İYİ Parti Genel Başkanının CHP’ye karşı ilk öfke dolu konuşması bu değil malum. Altılı masayı devirdiğinde yaptığı konuşmayı burada milat olarak almak gerekiyor. Kendisinin kişilik olarak da öfkesine hakim olamayan bir yapısı var ve böyle önemli zamanlarda daha da belirgin hale geliyor bu yapı.

Altılı masayı devirdiğinde geçirdiği kalp spazmı işin sağlık boyutunu da ortaya koyuyor.

Ancak bu kez böyle kontrolsüz bir konuşma yaptığını düşünmüyorum ben. Hatta üzerinde uzun uzun hazırlanılan bir konuşma yaptığı kanaatindeyim. Zira parti içindeki muhalefetin güçlenme ihtimalini Meral Hanım da görüyor benim gibi.

Doğal olarak parti içi muhalefetin de yüzünü güldürecek, ‘Bu liderle yol yürünür, sonunda özümüze dönüyoruz, milliyetçiler olarak yapmamız gerekeni yapıyoruz, yükselen milli değerlerin getirdiği rüzgarı arkamıza aldığımızda ortağımız olmadan daha hızlı yol alırız…’ cümleleri benim kulağıma gelen memnuniyet cümleleri.

Bir süredir yazılan yazılar, Akşener’in siyasi hayatında ayağına sıkarcasına yaptığı ikinci konuşma ile iyice güçten düştüğünü ve partisine büyük kötülük ettiğini vurguluyor.

Bense şöyle düşünüyorum; bu kez kurulan sert cümleler Akşener’in bir sonraki kurultaya kadar daha rahat yol yürümesi için alınmış bir önlemdi. Üstelik birleşe birleşe kazanılmayacağını, tabanının CHP birleşmesinden mutlu olmadığını Cumhurbaşkanlığı seçimlerinde oy vermeyerek gösterdiğini iyi okudu Akşener.

Şimdi bir kez de milliyetçilik damarları daha belirgin bir partinin özüne dönerek ne kadar ivme kazanacağını görmeyi deneyecektir kanaatimce. Tıpkı CHP örgütünün partisine artık bağırarak; ‘özüne dön!’ çağrısı yapması gibi bir hal…
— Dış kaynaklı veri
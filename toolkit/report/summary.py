"""The summary record a workbook keeps of its results, the inputs hash, and
reading the record back from an executed notebook.

A workbook records its results in its own cells::

    from toolkit.workbook import Summary
    report = Summary(parameters=dict(width=width, holes=holes, detail=detail))
    report.value("peak stress", s_max, "MPa")
    report.check(fatigue_check(...))          # CheckResult or a plain dict
    report.save()

``save()`` displays the summary as a table (``text/plain`` and ``text/html``,
formatted to 6 significant digits, or the ``digits`` a value was recorded
with) and embeds the exact data in that output's
*metadata* under the key ``"stresspath"``; ``toolkit.workbook.render``
extracts it from the executed notebook (:func:`read_summary`) and writes
``<name>.summary.json``.  This needs no file and no agreed working directory, it
survives in the stored ``.ipynb``, and strict ``pytest --nbval`` never
compares output metadata, so full-precision floats cannot break it while the
formatted table is still compared.  A workbook calls ``save()`` exactly once.
The record holds finite numbers only: a NaN or an infinity is refused when
recorded.  :class:`Summary` needs only IPython, present in every kernel.
"""
from __future__ import annotations

import copy
import hashlib
import html
import json
import math
import numbers
import os
from importlib.resources import files
from pathlib import Path

from toolkit.errors import InputError, WorkbookError
from toolkit.io.files import atomic_write
from toolkit.report.format import DIMENSIONLESS, first_non_finite, fmt, json_text, plain

__all__ = ["Summary", "inputs_hash", "inputs_record", "input_dirs", "find_input", "input_path", "file_digest",
           "read_summary", "SHIPPED_DATA_DIR",
           "SUMMARY_METADATA_KEY", "SUMMARY_FORMAT", "WORKBOOK_DIR_ENV", "CALLER_DIR_ENV"]

#: Environment variables render sets for the kernel: the workbook's folder and the folder render was called from.
WORKBOOK_DIR_ENV = "STRESSPATH_WORKBOOK_DIR"
CALLER_DIR_ENV = "STRESSPATH_CALLER_DIR"
#: The shipped demo data (``data/`` in the repository, ``toolkit.data`` installed): the last place a
#: relative input path is looked for, so a workbook copied elsewhere still finds the demo.
SHIPPED_DATA_DIR = Path(str(files("toolkit.data")))

SUMMARY_METADATA_KEY = "stresspath"
SUMMARY_FORMAT = 1
_CHECK_KEYS = ("name", "value", "limit", "utilization", "status")


def _finite_plain(v, where):
    """:func:`plain` of ``v``, refusing NaN and infinity (the summary holds finite numbers)."""
    bad = first_non_finite(v)
    if bad is not None:
        raise InputError(f"{where}: value {bad} is not finite")
    return plain(v, where)


def _canonical_hash(obj) -> str:
    text = json.dumps(obj, sort_keys=True, separators=(",", ":"), ensure_ascii=False, allow_nan=False)
    return hashlib.sha256(text.encode("utf-8")).hexdigest()[:12]


def inputs_hash(params, inputs=None) -> str:
    """First 12 hex digits of the SHA-256 of the canonical JSON of the inputs.

    Canonical JSON: keys sorted, separators ``(",", ":")``, UTF-8, no NaN.
    With ``params`` only, the JSON of the parameter values (kept for callers
    that hash parameters alone).  With ``inputs``, the record of
    :func:`inputs_record` (imported files, S-N data, toolkit version), the
    JSON of ``{"parameters": params, "inputs": inputs}``: this full hash is the
    one a report carries (summary.json and the footer), so the same inputs
    give the same hash on any machine and a changed data file changes it.
    """
    p = _finite_plain(dict(params), "inputs_hash")
    if inputs is None:
        return _canonical_hash(p)
    return _canonical_hash({"parameters": p, "inputs": plain(inputs, "inputs_hash")})


def file_digest(path) -> str:
    """SHA-256 (hex) of a file's bytes, or of a folder: every file below it in
    sorted relative-name order, each as its relative name and its bytes' digest."""
    path = Path(path)
    if path.is_file():
        h = hashlib.sha256()
        with open(path, "rb") as f:
            for block in iter(lambda: f.read(1 << 20), b""):
                h.update(block)
        return h.hexdigest()
    entries = sorted((q.relative_to(path).as_posix(), q) for q in path.rglob("*") if q.is_file())
    h = hashlib.sha256()
    for rel, q in entries:
        h.update(f"{rel}\0{file_digest(q)}\n".encode("utf-8"))
    return h.hexdigest()


def input_dirs():
    """Folders relative paths in parameters are read from, in order: the
    workbook's folder and the caller's folder when render set them, else the
    current folder."""
    dirs = [os.environ.get(WORKBOOK_DIR_ENV), os.environ.get(CALLER_DIR_ENV)]
    dirs = [Path(d) for d in dirs if d]
    return dirs or [Path.cwd()]


def find_input(text, dirs=None):
    """The existing file or folder a parameter string names, or None.

    An absolute path as it is; a relative one in each of ``dirs`` (default
    :func:`input_dirs`) in order, then in the shipped data folder
    (:data:`SHIPPED_DATA_DIR`, e.g. ``"demo_bracket"``).  Empty strings name nothing.
    """
    if not isinstance(text, str) or not text.strip() or "\0" in text or len(text) > 4096:
        return None
    cand = Path(text)
    dirs = input_dirs() if dirs is None else [Path(d) for d in dirs]
    for where in ([cand] if cand.is_absolute() else [d / cand for d in [*dirs, SHIPPED_DATA_DIR]]):
        try:
            if where.exists():
                return where.resolve()
        except OSError:
            continue
    return None


def input_path(text) -> Path:
    """:func:`find_input` for a workbook cell: the path, or a one-line InputError."""
    found = find_input(text)
    if found is None:
        raise InputError(f"input {text!r} not found in {', '.join(str(d) for d in input_dirs())} "
                         f"or the shipped data ({SHIPPED_DATA_DIR})")
    return found


def _file_values(name, value):
    """(key, string) for every string in a parameter value that could name a file."""
    if isinstance(value, str):
        yield name, value
    elif isinstance(value, (list, tuple)):
        for i, v in enumerate(value):
            yield from _file_values(f"{name}[{i}]", v)
    elif isinstance(value, dict):
        for k, v in value.items():
            yield from _file_values(f"{name}[{k!r}]", v)


def inputs_record(params, dirs=None, sn_path=None) -> dict:
    """What the full inputs hash covers besides the parameters.

    ``{"files": {key: sha256}, "sn_data": sha256, "toolkit_version": ...}``:
    every string in a parameter value (``key`` is the parameter name, with
    ``[i]`` for a list item) that names an existing file or folder, absolute
    or relative to one of ``dirs`` (default :func:`input_dirs`) or the shipped
    data (see :func:`find_input`, first match wins), hashed with :func:`file_digest`; the S-N data file (default
    ``toolkit.assess.checks.SN_DATA_PATH``); the toolkit version.
    """
    from toolkit import __version__
    from toolkit.assess.checks import SN_DATA_PATH

    found = {}
    for name, value in dict(params).items():
        for key, text in _file_values(name, value):
            where = find_input(text, dirs)
            if where is not None:
                found[key] = file_digest(where)
    sn = Path(sn_path) if sn_path is not None else SN_DATA_PATH
    return {"files": found, "sn_data": file_digest(sn) if sn.is_file() else None, "toolkit_version": __version__}


class Summary:
    """The results a workbook hands to ``toolkit.workbook.render`` for ``<name>.summary.json``.

    Parameters
    ----------
    parameters : dict, optional
        The workbook's parameter values as the cells see them.  Render checks
        they equal the run's parameters (a typo or a parameter overwritten in a
        later cell would otherwise go unseen).
    """

    def __init__(self, parameters=None):
        self.parameters = None if parameters is None else _finite_plain(dict(parameters), "Summary parameters")
        # the files, S-N data and version the cells see, for render to compare with its own record
        self.inputs = None if parameters is None else inputs_record(self.parameters)
        self.values = {}
        self.checks = []
        self._digits = {}

    def value(self, name, value, unit, note=None, digits=6, key=False):
        """Record one result: a finite number, a bool or a string, with its unit ("-" if none).

        ``key=True`` marks a key design value (Kt, hot-spot stress, damage):
        the report's verdict block at the top lists it beside the checks.

        ``digits``: significant figures of the displayed table only (the
        record keeps the full value); give 4 for a number whose later digits
        depend on solver round-off, such as a GCI.
        """
        name = str(name)
        if name in self.values:
            raise InputError(f"summary value {name!r} recorded twice (re-run from the Summary() cell)")
        if not isinstance(unit, str):
            raise InputError(f"summary value {name!r}: unit must be a string such as 'MPa' or '-'")
        v = _finite_plain(value, f"summary value {name!r}")
        if isinstance(v, (list, dict)) or v is None:
            raise InputError(f"summary value {name!r}: record a number, bool or string, not {type(value).__name__}")
        entry = {"value": v, "unit": unit}
        if note is not None:
            entry["note"] = str(note)
        if key:
            entry["key"] = True
        self.values[name] = entry
        self._digits[name] = int(digits)

    def check(self, result, digits=6):
        """Record one check: an object with ``to_dict()`` (e.g. a CheckResult) or a dict
        with at least name, value, limit, utilization and status ("PASS"/"FAIL").
        ``digits``: significant figures of the displayed value and limit only."""
        d = result.to_dict() if hasattr(result, "to_dict") else result
        if not isinstance(d, dict):
            raise InputError(f"summary check: expected a dict or an object with to_dict(), got {type(result).__name__}")
        missing = [k for k in _CHECK_KEYS if k not in d]
        name = d.get("name", "?")
        if missing:
            raise InputError(f"summary check {name!r}: missing {', '.join(missing)}")
        entry = {"name": str(d["name"])}
        for k in ("value", "limit", "utilization"):
            x = d[k]
            if isinstance(x, bool) or not isinstance(x, numbers.Real) or not math.isfinite(float(x)):
                raise InputError(f"summary check {name!r}: {k} must be a finite number, got {x!r}")
            entry[k] = float(x)
        if d["status"] not in ("PASS", "FAIL"):
            raise InputError(f"summary check {name!r}: status must be 'PASS' or 'FAIL', got {d['status']!r}")
        entry["status"] = d["status"]
        if d.get("unit") is not None:
            entry["unit"] = str(d["unit"])
        if any(c["name"] == entry["name"] for c in self.checks):
            raise InputError(f"summary check {entry['name']!r} recorded twice (re-run from the Summary() cell)")
        self.checks.append(entry)
        self._digits[("check", entry["name"])] = int(digits)

    def to_dict(self) -> dict:
        d = {"values": copy.deepcopy(self.values), "checks": copy.deepcopy(self.checks)}
        if self.parameters is not None:
            d["parameters"] = copy.deepcopy(self.parameters)
            d["inputs"] = copy.deepcopy(self.inputs)
        return d

    def _rows(self):
        rows = []
        for name, e in self.values.items():
            unit = "" if e["unit"] in DIMENSIONLESS else f" {e['unit']}"
            d = self._digits.get(name, 6)
            rows.append(("value", name, f"{fmt(e['value'], d)}{unit}", e.get("note", "")))
        for c in self.checks:
            unit = "" if c.get("unit", "-") in DIMENSIONLESS else f" {c['unit']}"
            d = self._digits.get(("check", c["name"]), 6)
            rows.append(("check", c["name"], f"{fmt(c['value'], d)}{unit} / {fmt(c['limit'], d)}{unit}",
                         f"utilization {c['utilization']:.3f}  {c['status']}"))
        return rows

    def __repr__(self):
        rows = self._rows()
        if not rows:
            return "Summary: (empty)"
        w = max(len(r[1]) for r in rows)
        v = max(len(r[2]) for r in rows)
        return "\n".join(["Summary"] + [f"  {k:<5}  {n:<{w}}  {x:<{v}}  {t}".rstrip() for k, n, x, t in rows])

    def _repr_html_(self):
        body = "".join(f"<tr><td>{html.escape(k)}</td><td>{html.escape(n)}</td><td>{html.escape(x)}</td>"
                       f"<td>{html.escape(t)}</td></tr>" for k, n, x, t in self._rows())
        return ("<table><caption style='text-align:left'><b>Summary</b></caption>"
                "<tr><th>kind</th><th>name</th><th>value / limit</th><th>note</th></tr>" + body + "</table>")

    def save(self, path=None):
        """Display the summary and embed its data for ``render`` (call once per workbook).

        With ``path``, also write the data as JSON there.  Returns None (so a
        trailing ``report.save()`` adds no extra output).
        """
        data = self.to_dict()
        if path is not None:
            atomic_write(Path(path), lambda f: f.write(json_text(data)))
        try:
            from IPython import get_ipython
        except ImportError:  # plain Python, no IPython installed
            get_ipython = lambda: None  # noqa: E731
        if get_ipython() is None:
            print(repr(self))
            return None
        from IPython.display import display

        display({"text/plain": repr(self), "text/html": self._repr_html_()}, raw=True,
                metadata={SUMMARY_METADATA_KEY: {"format": SUMMARY_FORMAT, "summary": data}})
        return None


def read_summary(nb):
    """The data a workbook saved with :meth:`Summary.save` (a notebook node or path).

    Raises :class:`WorkbookError` if there is none or more than one.
    """
    if isinstance(nb, (str, Path)):
        import nbformat

        try:
            nb = nbformat.read(str(nb), as_version=4)
        except Exception as e:  # nbformat raises several kinds (JSON, validation)
            raise WorkbookError(f"cannot read notebook {nb}: {e}") from None
    found = []
    for i, cell in enumerate(nb.cells):
        for out in cell.get("outputs", []) if cell.cell_type == "code" else []:
            md = out.get("metadata", {}).get(SUMMARY_METADATA_KEY)
            if isinstance(md, dict) and "summary" in md:
                found.append((i, md))
    if not found:
        raise WorkbookError("the workbook saved no summary: record results with Summary() and call "
                            "report.save() in a cell")
    if len(found) > 1:
        raise WorkbookError(f"the workbook saved {len(found)} summaries (cells "
                            f"{', '.join(str(i + 1) for i, _ in found)}); call report.save() once")
    md = found[0][1]
    if md.get("format") != SUMMARY_FORMAT:
        raise WorkbookError(f"summary format {md.get('format')!r} is not {SUMMARY_FORMAT}")
    data = md["summary"]
    if not isinstance(data.get("values"), dict) or not isinstance(data.get("checks"), list):
        raise WorkbookError("saved summary lacks 'values' (dict) or 'checks' (list)")
    return data
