"""Running a workbook: :func:`render` checks the run's parameters, injects
them, executes the notebook in a fresh kernel and writes the report files.

Given a workbook and the parameter values of a run, :func:`render` checks the
values against the parameters cell before anything executes, inserts them in
a cell tagged ``injected-parameters`` right after it, executes the notebook in
a fresh ``python3`` kernel of the current interpreter and writes, into the
output folder::

    <name>.ipynb          the executed notebook (deterministic: two runs with the
                          same inputs give byte-identical files)
    <name>.html           a self-contained report that opens with no network
    <name>.summary.json   the results the workbook recorded with ``Summary``

The final ``<name>.summary.json``::

    {"workbook": name, "title": {...}, "toolkit_version": ..., "inputs_hash": ...,
     "parameters": {...}, "inputs": {"files": {...}, "sn_data": ..., "toolkit_version": ...},
     "values": {"name": {"value": ..., "unit": ...}},
     "checks": [{"name", "value", "limit", "utilization", "status"[, "unit"]}]}

``title`` holds the title block's fields (``"not given"`` where none was
given; see :mod:`toolkit.report.title`), passed to the kernel in
``STRESSPATH_TITLE``; it does not enter the hash.  ``parameters`` are the
values the run used (defaults plus given values, in the parameters-cell
order); ``inputs`` is ``inputs_record`` of them (digests of
the files and folders they name, of the S-N data, and the toolkit version),
taken before the kernel starts; ``inputs_hash`` is ``inputs_hash(parameters,
inputs)``.  If the workbook passed ``parameters=`` to ``Summary``, render
checks they equal the run's parameters and that the record the kernel saw
equals its own, so the hash printed in the workbook's footer
(``report.footer``) is the one in the summary file.

Re-running: given an executed notebook, render starts from the values it was
rendered with (its summary record, else its injected cell); ``params_file``
and ``params`` win, name by name.  ``params_file`` may be a run's
summary.json: its ``parameters`` are used and its workbook must be this one.
The notebook is validated (nbformat) before anything runs.

Nothing is lost: the three files are written into a staging folder inside the
output folder and renamed into place only after the whole run succeeded, so a
failed cell, a timeout, a full disk, Ctrl-C or SIGTERM leave an earlier report
exactly as it was (a failed run writes ``<name>.failed.ipynb`` with the
traceback instead).  A lock file in the output folder (``.render.lock``,
holding the pid) keeps a second render out of the folder while one runs; a
lock left by a process that is gone is taken over.  render never writes over
the workbook it runs, nor over a notebook in the output folder that is not a
report from render (one without ``<name>.html`` beside it).

Kernel working directory: :func:`render` runs the kernel in the output folder,
so any file a workbook writes lands beside its report, never in
``workbooks/``.  The workbook's own folder is passed to the kernel in
``STRESSPATH_WORKBOOK_DIR``; :func:`workbook_dir` returns it (under ``pytest
--nbval`` the kernel already runs in the workbook's folder, and
:func:`workbook_dir` returns that).

The kernel listens on local (IPC) sockets under a path of its own, not on
TCP ports, so renders running in parallel (:func:`toolkit.workbook.render_many`)
cannot race for a port (see :data:`KERNEL_TRANSPORT`).

The notebook libraries (nbformat, nbclient, tqdm) are imported when needed.
"""
from __future__ import annotations

import json
import math
import os
import sys
import time
from dataclasses import dataclass
from pathlib import Path

from toolkit.errors import WorkbookError, WorkbookExecutionError
from toolkit.io.files import atomic_write
from toolkit.report.format import json_text, plain
from toolkit.report.summary import CALLER_DIR_ENV, WORKBOOK_DIR_ENV, inputs_hash, inputs_record, read_summary
from toolkit.report.tables import HEADLESS_ENV
from toolkit.report.title import TITLE_ENV
from toolkit.workbook.html import notebook_html
from toolkit.workbook.notebook import (clean_notebook, clear_outputs, drop_injected, ensure_ids, inject_parameters,
                                       parameters_cell, read_notebook, recorded_parameters, resolve_workbook,
                                       validate_notebook, write_notebook)
from toolkit.workbook.parameters import parse_parameters, read_parameters_file, resolve_values
from toolkit.workbook.title import run_title

__all__ = ["render", "check_render", "RenderResult", "workbook_dir", "WORKBOOK_DIR_ENV", "KERNELSPEC",
           "KERNEL_TRANSPORT", "LOCK_FILE", "report_complete"]

KERNELSPEC = {"display_name": "Python 3 (ipykernel)", "language": "python", "name": "python3"}
#: How render's kernel talks to it: local (Unix domain) sockets where the system has them, so
#: renders running in parallel (a parameter study) never race for the same TCP ports
#: ("Address already in use"); TCP on Windows.
KERNEL_TRANSPORT = "tcp" if os.name == "nt" else "ipc"


def workbook_dir() -> Path:
    """Folder of the workbook being run (see the module notes on the working directory)."""
    return Path(os.environ.get(WORKBOOK_DIR_ENV) or os.getcwd())


def _kernel_manager_class():
    """An async kernel manager whose ``python3`` kernel is ipykernel on this interpreter."""
    import ipykernel.kernelspec
    from jupyter_client import AsyncKernelManager
    from jupyter_client.kernelspec import KernelSpecManager, NoSuchKernel
    from traitlets import default

    class _HereSpecs(KernelSpecManager):
        def get_kernel_spec(self, kernel_name):
            if kernel_name != "python3":
                raise NoSuchKernel(kernel_name)
            return self.kernel_spec_class(resource_dir=ipykernel.kernelspec.RESOURCES,
                                          **ipykernel.kernelspec.get_kernel_dict())

    class _HereKernelManager(AsyncKernelManager):
        @default("kernel_spec_manager")
        def _here_specs(self):
            return _HereSpecs(parent=self)

        @default("transport")
        def _ipc_transport(self):
            return KERNEL_TRANSPORT

        @default("ip")
        def _own_ipc_path(self):
            # with IPC the "ip" is the socket files' path prefix; jupyter_client's default
            # ("kernel-ipc" in the working directory, numbered from 1) would be shared by
            # parallel kernels, so each kernel gets its own prefix in the temporary folder
            if self.transport != "ipc":
                return super()._ip_default()
            import tempfile
            import uuid

            return os.path.join(tempfile.gettempdir(), f"stresspath-kernel-{uuid.uuid4().hex}-ipc")

    return _HereKernelManager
Sonuçları iyi mi olur, kötü mü olur orasını zaman gösterecek elbette. Tabii ki, siyasette 24 saatin çok uzun bir zaman olduğu kavramını da hiç akıldan çıkarmamak lazım. CHP ile İYİ Parti yeri geldiğinde yeniden ortaklık kurabilirler, ancak bu kez her iki partinin de çok daha tedbirli olacağına şüphe yok!